Table of Contents
- Union All
- Union
- Video Tutorial
Open a Jupyter notebook and import Pandas and the data sets. In this session, we are going to use two sets of data, india_car_sales.csv and india_car_sales_1.csv data sets.
The first data set is shown in figure 1. It contains the columns: Year, Make, Quantity, and Pct for the year 2007. The second data set is shown in figure 2. It contains the same columns as in the data set one, but the year is different. The year values are 2008.
Union All operation
The data frame which contains the first data set is called car_sales_2007 and the data frame which contains the second data set is called car_sales_2008.
First, let’s see how the union all operation can be used to for these two data frames and combine them in to one data frame.
Pass the two data frames as a list into a new list names car_sales as shown below.
car_sales = [car_sales_2007, car_sales_2008]
Execute the car_sales list as shown in figure 2. It can be observed that the values in two data frames are joined as one. So, it contains all the records indexed from 0-5 and 0-6. The list also contains the headers for the first data set and the second data set as well.
Then, this list should be converted into a tabular form. This can be done using the concat() function in Pandas as shown below.
car_sales = pd.concat(car_sales)
Execute the data frame and display the data. The resulting data frame (figure 4) contains the both data sets. Which means they are concatenated. But, the issue is the index column. It is numbered from 0-5 then again 0-6.This means, index starts from 0 at the start of the new data set. This should be changed as 0-12.
The issue with the index can be solved by using an additional parameter called ignore_index. The value should be put as True. This is shown below.

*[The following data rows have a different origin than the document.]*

// A store without conditional writes answers a PUT with If-None-Match 501
// Not Implemented (RFC 9110 §15.6.2): that is not retried; the commit checks
// with a HEAD instead and fails clearly when the key is taken. A store
// without ListMultipartUploads has nothing pending to abort.
func TestS3WithoutConditionalWrites(t *testing.T) {
	r := newS3Rig(t, "hc-nocond")
	ctx := context.Background()
	requests := func(method string) int {
		return len(r.rec.requests(func(s s3Seen) bool { return s.Method == method }))
	}

	t.Run("NewKey", func(t *testing.T) {
		s, m := r.store(t, "", StorageConfig{Attempts: 4})
		r.rec.reset(0)
		r.fp.Set(faultproxy.Rule{Kind: faultproxy.NotImplemented501, Method: http.MethodPut, Times: 1})
		err := Put(ctx, s, "v/manifest.json", []byte("first"), true)
		r.fp.Set()
		if err != nil {
			t.Fatalf("exclusive put of a new key without conditional writes: %v", err)
		}
		if got := r.get(t, "v/manifest.json"); string(got) != "first" {
			t.Errorf("object %q, want %q", got, "first")
		}
		// The refused conditional PUT, the HEAD, the plain PUT; the PUT
		// that got 501 is not seen by the server.
		if q, rt := m.Requests.Load(), m.Retries.Load(); q != 3 || rt != 0 {
			t.Errorf("%d requests, %d retries; want 3 (PUT, HEAD, PUT), 0", q, rt)
		}
		if h, p := requests(http.MethodHead), requests(http.MethodPut); h != 1 || p != 1 {
			t.Errorf("server saw %d HEAD and %d PUT, want 1 and 1", h, p)
		}
	})

	t.Run("TakenKey", func(t *testing.T) {
		s, m := r.store(t, "", StorageConfig{Attempts: 4})
		r.fp.Set(faultproxy.Rule{Kind: faultproxy.NotImplemented501, Method: http.MethodPut, Times: 1})
		err := Put(ctx, s, "v/manifest.json", []byte("second"), true)
		r.fp.Set()
		r.noSecret(t, err)
		if !errors.Is(err, ErrExists) || !strings.Contains(err.Error(), "no conditional writes") || !strings.Contains(err.Error(), "s3://hc-nocond/v/manifest.json") {
			t.Errorf("exclusive put over a key without conditional writes: %v; want ErrExists naming the key and the check", err)
		}
		if got := r.get(t, "v/manifest.json"); string(got) != "first" {
			t.Errorf("object %q after a refused put, want %q", got, "first")
		}
		if q, rt := m.Requests.Load(), m.Retries.Load(); q != 2 || rt != 0 {
			t.Errorf("%d requests, %d retries; want 2 (PUT, HEAD), 0", q, rt)
		}
	})

	t.Run("NoPendingUploadsPermission", func(t *testing.T) {
		s, m := r.store(t, "", StorageConfig{Attempts: 4})
		if err := Put(ctx, s, "w/item2/a.bin", []byte("a"), false); err != nil {
			t.Fatal(err)
		}
		before := r.fp.Injected()[faultproxy.AccessDenied403]
		r.fp.Set(faultproxy.Rule{Kind: faultproxy.AccessDenied403, Method: http.MethodGet, Query: "uploads"})
		err := DeletePrefix(ctx, s, "w/item2/")
		r.fp.Set()
		if err != nil {
			t.Fatalf("clearing a folder without the permission to list pending uploads: %v", err)
		}
		if _, err := s.Stat(ctx, "w/item2/a.bin"); !errors.Is(err, ErrNotFound) {
			t.Errorf("object after clearing its folder: %v, want ErrNotFound", err)
		}
		if got := r.fp.Injected()[faultproxy.AccessDenied403] - before; got != 1 || m.Retries.Load() != 0 {
			t.Errorf("%d answers of 403, %d retries; want 1, 0", got, m.Retries.Load())
		}
	})

	t.Run("NoPendingUploadsCall", func(t *testing.T) {
		s, m := r.store(t, "", StorageConfig{Attempts: 4})
		if err := Put(ctx, s, "w/item/a.bin", []byte("a"), false); err != nil {
			t.Fatal(err)
		}
		r.fp.Set(faultproxy.Rule{Kind: faultproxy.NotImplemented501, Method: http.MethodGet, Query: "uploads"})
		err := DeletePrefix(ctx, s, "w/item/")
		r.fp.Set()
		if err != nil {
			t.Fatalf("clearing a folder on a store without ListMultipartUploads: %v", err)
		}
		if _, err := s.Stat(ctx, "w/item/a.bin"); !errors.Is(err, ErrNotFound) {
			t.Errorf("object after clearing its folder: %v, want ErrNotFound", err)
		}
		if got := r.fp.Injected()[faultproxy.NotImplemented501]; got != 3 {
			t.Errorf("%d answers of 501 in this test, want 3 (one per subtest, not retried)", got)
		}
		if rt := m.Retries.Load(); rt != 0 {
			t.Errorf("%d retries, want 0", rt)
		}
	})
}

// An exclusive PUT whose response is lost after the server stored the
// object is retried, and the retry finds the key taken: by its own write.
func TestS3ExclusivePutLostResponse(t *testing.T) {
	r := newS3Rig(t, "hc-lost")
	ctx := context.Background()
	s, _ := r.store(t, "", StorageConfig{Attempts: 4})
	data := []byte(`{"manifest": true}` + "\n")
	// CutBody forwards the PUT, then closes the connection before the
	// (bodiless) response.
	r.fp.Set(faultproxy.Rule{Kind: faultproxy.CutBody, Method: http.MethodPut, Times: 1})
	err := Put(ctx, s, "v1/manifest.json", data, true)
	r.fp.Set()
	if got := r.get(t, "v1/manifest.json"); !bytes.Equal(got, data) {
		t.Fatalf("object %q, want %q", got, data)
	}
	// The object holds exactly the bytes this writer put: the commit
	// succeeded, and reporting "already exists" would fail a run whose
	// version was in fact published.
	if err != nil {
		t.Errorf("exclusive Put after a lost response: %v; want success (the object is this writer's)", err)
	}
}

car_sales = pd.concat(car_sales, ignore_index = True)
Execute the code. Observe thefigure 5. Now, the index column is 0-12.
If we want to find out, for which data set each record belonged to, we can use the keys parameter. Let’s put keys values as 2007 and 2008. Pass these as a list in to the parameter as shown below.
car_sales = pd.concat(car_sales, keys= ([‘2007’, ‘2008’]))
As you can see in figure 6, for the first data set the key is shown as 2007 and for the second data set the key values is shown as 2008.
We can pass any name for the keys. As an example, car_sales_2007 and car_sales_2008 can be put as the keys. This is shown in figure 7.
Union Operation
- Refer the figure 5. It can be observed that the record 5 and record 12 are the same. Since the same record contained in both data sets, once the Union All operation was done,the both records were added in to the final data set. Now let’s see how the union operation is done in Python.
- We only need one record from the records. The duplicate should not be considered. To do this we can use the drop_duplicates() function as shown below.
car_sales = car_sales.drop_duplicates()
Execute the data frame as shown in figure 8. Observe that the duplicate records are absent. Since there were two duplicate values now there are only 11 records.